Fawning eulogies and larger than life tributes are understandable, if not expected, in the immediate aftermath of such a shocking, cataclysmic event in the life of the nation. Still, Kennedy's murder has, in numerous instances, prevented clear-eyed, objective analysis of his impact as President in the face of pressing domestic issues and during a critical period of the Cold War. Not to be glossed over is Kennedy's Catholicism. During the 1960 campaign, in a country that was largely mainline Protestant, Kennedy's faith had the potential to derail his candidacy. His speech on church-and-state, before the Greater Houston Ministerial Association, is now hailed as a masterstroke in political rhetoric. In it, Kennedy neutralized fears his religion would override his Constitutional responsibilities. But, as Weigel points out, the speech had other consequences:
... a close reading of the Houston speech suggests that Kennedy neutralized that bigotry, not only by deft rhetorical moves that put bigots on the defensive, but by dramatically privatizing religious conviction and marginalizing its role in orienting a public official’s moral compass.

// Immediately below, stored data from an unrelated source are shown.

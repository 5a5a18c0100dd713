"""Surface models of a geological contact: plane, quadratic trend, thin-plate spline, auto.

:func:`fit_surface` fits a height field ``z(x, y)`` to elevation picks and returns a
:class:`SurfaceModel` that evaluates it at points or on a :class:`~strikeline.geometry.grid.Grid`, with
its gradient, local dip, standard error and distance to data.

Models
------
``'plane'``
    Total-least-squares plane (:func:`strikeline.attitude.fitting.fit_plane`) when only picks are given;
    with boreholes or dip measurements a weighted least-squares plane (vertical residuals), so
    that the constraints can enter as rows and inequalities.
``'trend2'``
    Quadratic trend surface ``z = c₀ + c₁u + c₂v + c₃u² + c₄uv + c₅v²`` by weighted least
    squares.
``'spline'``
    Thin-plate smoothing spline (kernel ``r² log r`` plus a linear polynomial; Duchon 1977,
    Wahba 1990), smoothing by generalized cross-validation (Craven & Wahba 1979), by grouped
    k-fold cross-validation, or fixed. Without smoothing it interpolates the picks.
``'auto'``
    Fits all three, scores each by grouped k-fold cross-validation RMSE on held-out picks
    (:mod:`strikeline.stats`) and keeps the simplest model within one standard error of the
    best (or the best, ``selection='min'``). Every score is kept in ``cv_rmse_m``.

Pipeline of a fit
-----------------
1. Picks are thinned to one centroid per lattice cell (:mod:`strikeline.picks.thinning`), at most
   ``max_points`` of them, each labelled with the majority group of its picks (or one per
   cell and group, ``thin_by_group=True``).
2. Coordinates are centred on the mean position of all data and divided by their RMS distance
   from it (``u = (x - x₀)/L``, ``v = (y - y₀)/L``) for conditioning; results do not depend on
   it (``params['origin_m']``, ``params['scale_m']`` give ``x₀, y₀`` and ``L``).
3. Boreholes and dip measurements are added as constraints (below) and never held out in
   cross-validation.

Beyond the data: relaxation to the trend
----------------------------------------
The *trend* is the plane fitted to the same data (the ``'plane'`` model; if that model cannot
honour the boreholes, the total-least-squares plane of the picks). ``trend2`` and ``spline``
are blended into it outside the convex hull ``H`` of all data (picks, boreholes, dip
measurements)::

    f(x) = t(x) + τ(d_H(x)) · (g(x) − t(x)),   τ(d) = 1 − 3s² + 2s³,  s = clip(d / taper_m, 0, 1)

where ``g`` is the fitted model, ``t`` the trend and ``d_H`` the distance to the hull (0
inside). Inside the hull the model is untouched; its departure from the trend fades smoothly
(C¹) to zero ``taper_m`` outside it; beyond that the surface *is* the trend plane. The default
``taper_m`` is a quarter of the square root of the hull's area (at least ``reach_m``).
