/// CSV text of chart data.
pub fn chart_csv(d: &ChartData) -> String {
    crate::csv_out::text(|w| {
        match d {
            ChartData::Sweep {
                ingredient,
                sweep,
                vapor_pa,
            } => {
                w.write_record([
                    format!("{ingredient}_g").as_str(),
                    "water_activity",
                    "freezing_point_c",
                    "vapor_pressure_pa",
                ])?;
                for i in 0..sweep.amount_kg.len() {
                    w.write_record([
                        (sweep.amount_kg[i] * 1000.0).to_string(),
                        sweep.water_activity[i].to_string(),
                        sweep
                            .freezing_point_c
                            .get(i)
                            .copied()
                            .unwrap_or(f64::NAN)
                            .to_string(),
                        vapor_pa[i].to_string(),
                    ])?;
                }
            }
            ChartData::PerGram(series) => {
                w.write_record(["ingredient", "grams_added", "aw_lowering"])?;
                for (id, g, d) in series {
                    for (x, y) in g.iter().zip(d) {
                        w.write_record([id.as_str(), &x.to_string(), &y.to_string()])?;
                    }
                }
            }
            ChartData::Freezing(c) => {
                w.write_record([
                    "temperature_c",
                    "ice_fraction_of_water",
                    "ice_fraction_of_total",
                    "water_activity",
                ])?;
                for p in &c.points {
                    w.write_record([
                        p.temperature_c.to_string(),
                        p.ice_fraction_of_water.to_string(),
                        p.ice_fraction_of_total.to_string(),
                        p.water_activity.to_string(),
                    ])?;
                }
            }
            ChartData::VaporPressure(pts) => {
                w.write_record([
                    "temperature_c",
                    "formula_vapor_pressure_pa",
                    "water_vapor_pressure_pa",
                ])?;
                for p in pts {
                    w.write_record([
                        p.temperature_c.to_string(),
                        p.formula_pa.to_string(),
                        p.water_pa.to_string(),
                    ])?;
                }
            }
            ChartData::Failed(e) => {
                w.write_record(["error"])?;
                w.write_record([e.as_str()])?;
            }
        }
        Ok(())
    })
}

#[cfg(test)]
mod tests {
    use super::*;

    #[test]
    fn every_chart_computes_and_exports() {
        let lib = Arc::new(Library::builtin().unwrap_or_else(|e| panic!("{e}")));
        let project = crate::app::files::sample(&lib, 3).unwrap_or_else(|e| panic!("{e}"));
        let f = project.active().clone();
        let cond = project.conditions.to_conditions();
        let jobs = [
            ChartJob::Sweep {
                ingredient: "sucrose".into(),
                from_g: 0.0,
                to_g: 200.0,
            },
            ChartJob::PerGram { up_to_g: 50.0 },
            ChartJob::Freezing { to_c: -30.0 },
            ChartJob::VaporPressure {
                from_c: 0.0,
                to_c: 100.0,
            },
        ];
        for job in jobs {
            let d = chart_now(&lib, &f, &cond, ModelChoice::Auto, job.clone());
            assert!(!matches!(d, ChartData::Failed(_)), "{job:?}: {d:?}");
            let csv = chart_csv(&d);
            let rows = csv.lines().count();
            assert!(rows > 20, "{job:?}: {rows} rows");
            assert!(!csv.contains("NaN,NaN"), "{job:?}");
        }
        // The ice fraction of the ice-cream mix grows as it cools.
        if let ChartData::Freezing(c) = chart_now(
            &lib,
            &f,
            &cond,
            ModelChoice::Auto,
            ChartJob::Freezing { to_c: -30.0 },
        ) {
            let f: Vec<f64> = c.points.iter().map(|p| p.ice_fraction_of_water).collect();
            assert!(f.windows(2).all(|w| w[1] >= w[0] - 1e-9));
            assert!(f.last().copied().unwrap_or(0.0) > 0.5);
        }
    }
}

Thus Kennedy became, in effect, a precursor of what Richard John Neuhaus later called the “naked public square”: an American public space in which not merely clerical authoritarianism, but religiously-informed moral conviction, is deemed out-of-bounds.
Last but not least, Weigel observes that the dichotomy between one's religious beliefs and their public application in policy and political debates that Kennedy instituted has given rise to "Kennedy Catholics", who are increasingly "... de facto opponents of the Church’s mission in the postmodern world, not protagonists of the culture-reforming Catholicism of the New Evangelization."